Handling Relative Links and Inter-Wiki Links in Wiki Source

If a source text in Wikipedia or Wikiversity is exported, the file is in general removed out of the relative link context. The library /src/lib/wikiconvert.js contains a Javascript class to preprocessing the relative links.

General approach:

  • Wiki source text was fetched e.g. from english Wikiversity then the
    • the language ID is en and
    • the domain ID is wikiversity
  • a relative link replacement should be defined like this:
    • Input Wiki Markdown:
The is text of the english Wikipedia of the article "My Article"
My [[my wiki link]], my [[/relative link/]] and my [[w:de:mein_link|inter-wiki link]] to 
the german Wikipedia is defined by those links.
  • Output HTML:
The is text of the english Wikipedia of the article "My Article"
My <a href="https://en.wikiversity.org/wiki/my_wiki_link">my wiki link</a>,
my <a href="https://en.wikiversity.org/wiki/My_article/relative link">relative link</a> and
my <a href="https://de.wikiversity.org/wiki/mein_link">inter-wiki link</a>  to 
the german Wikipedia is defined by those links.
  • Depending on options the a-tag main be exported with target="_blank" to open a new window
  • Inter-wiki links can be encoded by domain:language:article (e.g. w:de:my_article which is short for wikipedia:de:my_article) to refer to content that is available in a specific language only (e.g. the english Wikipedia only). The wikiid used in wtf_wikipedia combines the language-ID and domain-ID. The wikioid site map is stored in /src/data/site_map.js and stores all combinatoric options of language and domain.

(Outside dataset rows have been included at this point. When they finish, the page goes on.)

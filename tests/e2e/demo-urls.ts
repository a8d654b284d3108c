import type { Browser, Page } from 'playwright-core';
import { expect } from 'vitest';
import { paths } from '../../apps/web/src/config/paths';
import { baseUrl, signIn } from './browser';

/** The demo accounts (apps/api/seeders/demo.ts), one per role. */
export const PEOPLE = [
  { who: 'visitor', email: null },
  { who: 'member', email: 'maren@larkspit.example' },
  { who: 'seller', email: 'idris@larkspit.example' },
  { who: 'moderator', email: 'moderator@larkspit.example' },
  { who: 'treasurer', email: 'treasurer@larkspit.example' },
  { who: 'admin', email: 'admin@larkspit.example' },
] as const;

export type PathKey = keyof typeof paths;

export async function data<T>(page: Page, url: string): Promise<T> {
  const res = await page.request.get(`${baseUrl()}${url}`);
  expect(res.status(), url).toBe(200);
  return ((await res.json()) as { data: T }).data;
}

/** Waits until the screen has a heading (or an error message) and nothing in <main> is still spinning. */
export async function settle(page: Page) {
  await page
    .waitForFunction(
      () =>
        document.querySelector('main h1, main h2, main [role=alert]') !== null &&
        document.querySelector('main .animate-spin') === null,
      undefined,
      { timeout: 8000 },
    )
    .catch(() => undefined);
}

/**
 * One concrete URL per route in config/paths.ts, ids taken from the seeded member's own rows (Maren's boat,
 * plan, post and listing; the first post, listing, thread and open storm watch). Saves her an everyday plan
 * from the boat page when she has none.
 */
export async function demoUrls(browser: Browser): Promise<Record<PathKey, string>> {
  const page = await browser.newPage();
  await signIn(page, 'maren@larkspit.example');
  const boats = await data<Array<{ id: number }>>(page, '/api/boats');
  const boatId = boats[0]?.id;
  expect(boatId, 'the member has a seeded boat').toBeDefined();
  let plans = await data<Array<{ id: number }>>(page, '/api/tackle-plans');
  if (plans.length === 0) {
    await page.goto(`${baseUrl()}/boats/${boatId}`);
    await page
      .getByRole('region', { name: 'Everyday: 30 kn' })
      .getByRole('button', { name: 'Save as plan' })
      .click();
    await page.waitForURL(/\/tackle-plans\/\d+$/, { timeout: 15000 });
    plans = await data<Array<{ id: number }>>(page, '/api/tackle-plans');
  }
  const myPosts = await data<Array<{ id: number; status: string }>>(page, '/api/posts/mine');
  const posts = await data<Array<{ id: number }>>(page, '/api/posts');
  const myListings = await data<Array<{ id: number; status: string }>>(page, '/api/listings/mine');
  const listings = await data<Array<{ id: number }>>(page, '/api/listings');
  const threads = await data<Array<{ id: number }>>(page, '/api/threads');
  const watches = await data<Array<{ id: number; status: string }>>(page, '/api/storm-watches');
  const watchId = (watches.find((w) => w.status === 'open') ?? watches[0])?.id;
  await page.close();
  const need = (label: string, id: number | undefined) => {
    expect(id, `seeded ${label}`).toBeDefined();
    return id as number;
  };
  return {
    home: paths.home.href(),
    signIn: paths.signIn.href(),
    signUp: paths.signUp.href(),
    verifyEmail: `${paths.verifyEmail.href()}?token=not-a-real-token`,
    resetPassword: paths.resetPassword.href(),
    account: paths.account.href(),
    notices: paths.notices.href(),
    stopDigest: paths.stopDigest.href('1.not-a-real-stop-token'),
    adminUsers: paths.adminUsers.href(),
    adminTopics: paths.adminTopics.href(),
    adminClub: paths.adminClub.href(),
    knowledge: paths.knowledge.href(),
    postNew: paths.postNew.href(),
    post: paths.post.href(need('post', posts[0]?.id)),
    postEdit: paths.postEdit.href(need('own post', myPosts[0]?.id)),
    moderation: paths.moderation.href(),
    moderationLog: paths.moderationLog.href(),
    calculators: paths.calculators.href(),
    boats: paths.boats.href(),
    boat: paths.boat.href(need('boat', boatId)),
    tacklePlan: paths.tacklePlan.href(need('tackle plan', plans[0]?.id)),
    dues: paths.dues.href(),
    duesPaid: paths.duesPaid.href(),
    treasury: paths.treasury.href(),
    treasuryRoster: paths.treasuryRoster.href(),
    membershipPlans: paths.membershipPlans.href(),
    exchange: paths.exchange.href(),
    exchangeMine: paths.exchangeMine.href(),
    listingNew: paths.listingNew.href(),
    listing: paths.listing.href(need('listing', listings[0]?.id)),
    listingEdit: paths.listingEdit.href(
      need('own listing', (myListings.find((l) => l.status === 'active') ?? myListings[0])?.id),
    ),
    messages: paths.messages.href(),
    conversation: paths.conversation.href(need('conversation', threads[0]?.id)),
    storm: paths.storm.href(),
    stormNew: paths.stormNew.href(),
    stormChecklist: paths.stormChecklist.href(),
    stormWatch: paths.stormWatch.href(need('storm watch', watchId)),
    stormBoard: paths.stormBoard.href(need('storm watch', watchId)),
    stormBoat: paths.stormBoat.href(need('storm watch', watchId), need('boat', boatId)),
  };
}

Mapping wiki domain can be separated from the language abbreviation with a hash:

var domain_map = {};
domain_map["w"] = "wikipedia";
domain_map["wikipedia"] = "wikipedia";
domain_map["Wikipedia"] = "wikipedia";
domain_map["v"] = "wikiversity";
domain_map["wikiversity"] = "wikiversity";
domain_map["Wikiversity"] = "wikiversity";
domain_map["b"] = "wikibooks";
domain_map["wikibooks"] = "wikibooks";
domain_map["Wikibooks"] = "wikibooks";
...

The domain map is an associative array that maps a possible domain prefix in an interwiki to an explicit part of the domain name. The explicit part of the domain name (e.g. wikipedia for the abbreviation w) is necessary to expand relative link to absolute links especially when a converted wiki document is used outside the Wikipedia or Wikiversity server environment. The relative links [[Swarm Intelligence]] or Water in Wikiverity do not work anymore. They must be expanded to https://en.wikiversity.org/wiki/Swarm_Intelligence or https://en.wikiversity.org/wiki/Water - this link conversion can be implemented by setting in options e.g. options.absolute_links=true and wtf_wikipedia assures that the relative links still work, when the export file displayed outside the MediaWiki server context (e.g. Wikipedia or Wikiversity) .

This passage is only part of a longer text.